Stored data:
BEGIN
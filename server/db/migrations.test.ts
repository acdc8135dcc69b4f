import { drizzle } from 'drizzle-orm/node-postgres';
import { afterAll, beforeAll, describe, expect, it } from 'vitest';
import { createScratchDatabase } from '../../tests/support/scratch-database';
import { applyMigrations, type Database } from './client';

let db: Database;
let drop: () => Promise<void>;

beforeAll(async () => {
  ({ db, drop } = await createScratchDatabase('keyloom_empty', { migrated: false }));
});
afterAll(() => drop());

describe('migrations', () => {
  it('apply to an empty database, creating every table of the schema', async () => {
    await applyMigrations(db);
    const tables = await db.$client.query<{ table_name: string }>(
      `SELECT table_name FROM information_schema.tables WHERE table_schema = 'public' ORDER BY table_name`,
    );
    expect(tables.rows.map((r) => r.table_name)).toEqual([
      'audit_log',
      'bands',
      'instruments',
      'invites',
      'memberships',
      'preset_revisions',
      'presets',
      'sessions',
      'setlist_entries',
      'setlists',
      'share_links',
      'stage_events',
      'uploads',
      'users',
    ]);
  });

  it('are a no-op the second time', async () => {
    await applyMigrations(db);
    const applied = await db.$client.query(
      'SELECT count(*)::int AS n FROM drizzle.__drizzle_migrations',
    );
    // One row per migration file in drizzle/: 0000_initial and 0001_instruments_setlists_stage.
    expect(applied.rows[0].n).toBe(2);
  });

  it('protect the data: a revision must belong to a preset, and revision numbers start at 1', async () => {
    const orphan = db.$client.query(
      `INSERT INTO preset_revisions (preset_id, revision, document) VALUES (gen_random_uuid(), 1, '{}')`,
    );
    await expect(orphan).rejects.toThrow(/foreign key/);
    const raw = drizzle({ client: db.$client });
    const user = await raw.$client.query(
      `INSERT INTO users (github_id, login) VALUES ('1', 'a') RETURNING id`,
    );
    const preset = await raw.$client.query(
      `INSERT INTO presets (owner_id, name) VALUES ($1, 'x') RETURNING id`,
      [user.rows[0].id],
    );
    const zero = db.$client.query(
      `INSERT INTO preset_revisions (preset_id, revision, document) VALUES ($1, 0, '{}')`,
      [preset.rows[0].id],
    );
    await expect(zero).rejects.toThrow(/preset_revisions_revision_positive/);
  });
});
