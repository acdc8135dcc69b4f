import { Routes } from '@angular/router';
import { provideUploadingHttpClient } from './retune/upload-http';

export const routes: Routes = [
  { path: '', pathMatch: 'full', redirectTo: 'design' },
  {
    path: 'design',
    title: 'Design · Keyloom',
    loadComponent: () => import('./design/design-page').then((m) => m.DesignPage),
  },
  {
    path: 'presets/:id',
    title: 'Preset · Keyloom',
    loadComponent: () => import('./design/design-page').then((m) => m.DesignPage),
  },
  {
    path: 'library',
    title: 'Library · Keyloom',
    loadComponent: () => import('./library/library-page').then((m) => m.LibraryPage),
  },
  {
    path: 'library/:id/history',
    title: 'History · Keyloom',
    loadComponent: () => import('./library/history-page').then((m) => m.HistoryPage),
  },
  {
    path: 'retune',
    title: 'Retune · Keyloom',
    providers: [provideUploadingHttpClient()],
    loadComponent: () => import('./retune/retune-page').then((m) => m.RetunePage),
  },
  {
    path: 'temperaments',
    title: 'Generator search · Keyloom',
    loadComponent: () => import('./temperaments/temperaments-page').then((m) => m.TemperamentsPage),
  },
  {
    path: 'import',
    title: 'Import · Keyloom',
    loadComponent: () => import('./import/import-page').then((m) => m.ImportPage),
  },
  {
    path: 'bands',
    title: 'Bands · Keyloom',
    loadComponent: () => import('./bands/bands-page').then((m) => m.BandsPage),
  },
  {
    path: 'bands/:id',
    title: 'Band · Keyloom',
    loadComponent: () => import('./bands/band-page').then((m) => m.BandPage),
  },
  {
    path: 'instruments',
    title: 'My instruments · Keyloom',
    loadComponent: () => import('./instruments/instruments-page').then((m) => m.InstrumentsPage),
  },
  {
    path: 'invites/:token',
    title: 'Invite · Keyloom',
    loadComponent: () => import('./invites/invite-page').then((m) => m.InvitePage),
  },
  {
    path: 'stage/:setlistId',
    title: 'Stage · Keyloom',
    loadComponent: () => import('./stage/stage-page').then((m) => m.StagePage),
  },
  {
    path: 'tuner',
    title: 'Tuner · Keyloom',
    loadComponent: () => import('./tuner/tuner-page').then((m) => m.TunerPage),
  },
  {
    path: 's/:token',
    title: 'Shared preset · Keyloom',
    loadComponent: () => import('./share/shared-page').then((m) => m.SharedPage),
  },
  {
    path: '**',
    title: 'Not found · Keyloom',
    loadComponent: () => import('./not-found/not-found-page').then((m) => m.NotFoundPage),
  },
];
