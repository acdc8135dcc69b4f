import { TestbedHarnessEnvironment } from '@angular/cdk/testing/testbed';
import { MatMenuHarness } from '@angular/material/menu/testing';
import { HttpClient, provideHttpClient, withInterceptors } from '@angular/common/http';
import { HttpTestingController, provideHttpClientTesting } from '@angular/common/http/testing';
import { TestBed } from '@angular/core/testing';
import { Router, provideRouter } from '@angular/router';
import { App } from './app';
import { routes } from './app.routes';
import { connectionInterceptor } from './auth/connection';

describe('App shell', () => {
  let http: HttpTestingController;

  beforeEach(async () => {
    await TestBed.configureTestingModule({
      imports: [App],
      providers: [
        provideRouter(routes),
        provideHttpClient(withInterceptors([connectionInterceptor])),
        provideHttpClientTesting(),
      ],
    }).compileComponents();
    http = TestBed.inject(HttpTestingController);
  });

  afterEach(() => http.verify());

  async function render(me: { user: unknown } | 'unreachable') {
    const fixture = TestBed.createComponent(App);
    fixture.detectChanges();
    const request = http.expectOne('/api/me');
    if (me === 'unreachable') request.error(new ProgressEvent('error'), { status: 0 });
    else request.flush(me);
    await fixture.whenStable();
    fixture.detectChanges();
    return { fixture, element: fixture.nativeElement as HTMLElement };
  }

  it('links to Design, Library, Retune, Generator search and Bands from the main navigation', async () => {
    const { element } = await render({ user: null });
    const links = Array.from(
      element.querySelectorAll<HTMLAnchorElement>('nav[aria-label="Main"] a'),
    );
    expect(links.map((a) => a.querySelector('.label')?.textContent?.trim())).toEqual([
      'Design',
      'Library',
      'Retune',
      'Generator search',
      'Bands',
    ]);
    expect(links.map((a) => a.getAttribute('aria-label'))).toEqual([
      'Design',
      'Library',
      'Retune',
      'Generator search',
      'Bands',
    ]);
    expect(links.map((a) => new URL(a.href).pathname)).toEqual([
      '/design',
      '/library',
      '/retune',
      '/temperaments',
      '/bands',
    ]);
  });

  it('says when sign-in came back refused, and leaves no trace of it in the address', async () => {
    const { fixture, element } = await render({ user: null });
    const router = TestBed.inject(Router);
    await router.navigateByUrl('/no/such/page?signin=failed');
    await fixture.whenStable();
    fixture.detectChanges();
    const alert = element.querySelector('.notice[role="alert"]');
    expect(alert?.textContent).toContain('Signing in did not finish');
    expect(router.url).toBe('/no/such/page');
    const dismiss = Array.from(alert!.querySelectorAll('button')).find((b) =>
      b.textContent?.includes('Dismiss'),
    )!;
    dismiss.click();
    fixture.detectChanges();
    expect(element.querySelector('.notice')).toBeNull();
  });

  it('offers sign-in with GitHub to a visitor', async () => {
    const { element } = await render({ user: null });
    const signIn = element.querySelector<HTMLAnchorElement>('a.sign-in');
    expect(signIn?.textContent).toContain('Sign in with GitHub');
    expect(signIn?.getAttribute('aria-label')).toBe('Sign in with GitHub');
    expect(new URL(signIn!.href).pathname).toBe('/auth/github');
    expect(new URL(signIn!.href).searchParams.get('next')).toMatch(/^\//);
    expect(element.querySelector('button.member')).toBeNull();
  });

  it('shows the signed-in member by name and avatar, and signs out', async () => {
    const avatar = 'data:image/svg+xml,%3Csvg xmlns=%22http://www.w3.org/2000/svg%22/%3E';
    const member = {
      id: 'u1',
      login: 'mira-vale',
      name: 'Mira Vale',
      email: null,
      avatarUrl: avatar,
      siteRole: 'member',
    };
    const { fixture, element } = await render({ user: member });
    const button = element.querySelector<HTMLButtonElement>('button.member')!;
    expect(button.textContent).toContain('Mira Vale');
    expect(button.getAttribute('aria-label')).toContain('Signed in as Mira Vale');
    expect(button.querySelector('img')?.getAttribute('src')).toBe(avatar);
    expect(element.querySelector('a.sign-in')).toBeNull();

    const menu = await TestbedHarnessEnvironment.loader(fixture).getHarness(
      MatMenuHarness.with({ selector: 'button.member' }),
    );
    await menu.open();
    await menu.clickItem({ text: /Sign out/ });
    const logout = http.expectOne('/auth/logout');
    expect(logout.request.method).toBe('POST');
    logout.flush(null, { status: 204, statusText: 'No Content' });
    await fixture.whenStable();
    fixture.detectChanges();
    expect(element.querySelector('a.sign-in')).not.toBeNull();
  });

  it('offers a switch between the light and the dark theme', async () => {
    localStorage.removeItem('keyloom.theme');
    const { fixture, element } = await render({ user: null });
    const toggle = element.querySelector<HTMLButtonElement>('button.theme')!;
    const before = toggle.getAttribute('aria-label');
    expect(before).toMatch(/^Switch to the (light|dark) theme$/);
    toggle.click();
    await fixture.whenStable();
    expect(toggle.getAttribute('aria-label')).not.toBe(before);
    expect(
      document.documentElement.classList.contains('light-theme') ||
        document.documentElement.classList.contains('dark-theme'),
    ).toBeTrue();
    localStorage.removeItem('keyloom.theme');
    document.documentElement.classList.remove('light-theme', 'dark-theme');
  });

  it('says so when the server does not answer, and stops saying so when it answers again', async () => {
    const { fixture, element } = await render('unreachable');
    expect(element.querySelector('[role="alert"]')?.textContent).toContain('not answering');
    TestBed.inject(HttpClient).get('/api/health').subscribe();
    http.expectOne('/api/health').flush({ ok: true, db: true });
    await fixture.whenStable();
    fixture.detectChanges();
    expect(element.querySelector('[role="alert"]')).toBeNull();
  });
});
END
YOUR INSTRUCTIONS
State the number of lines in the records that include the word "render", and add nothing to it.

EXERCISE OUTPUT
7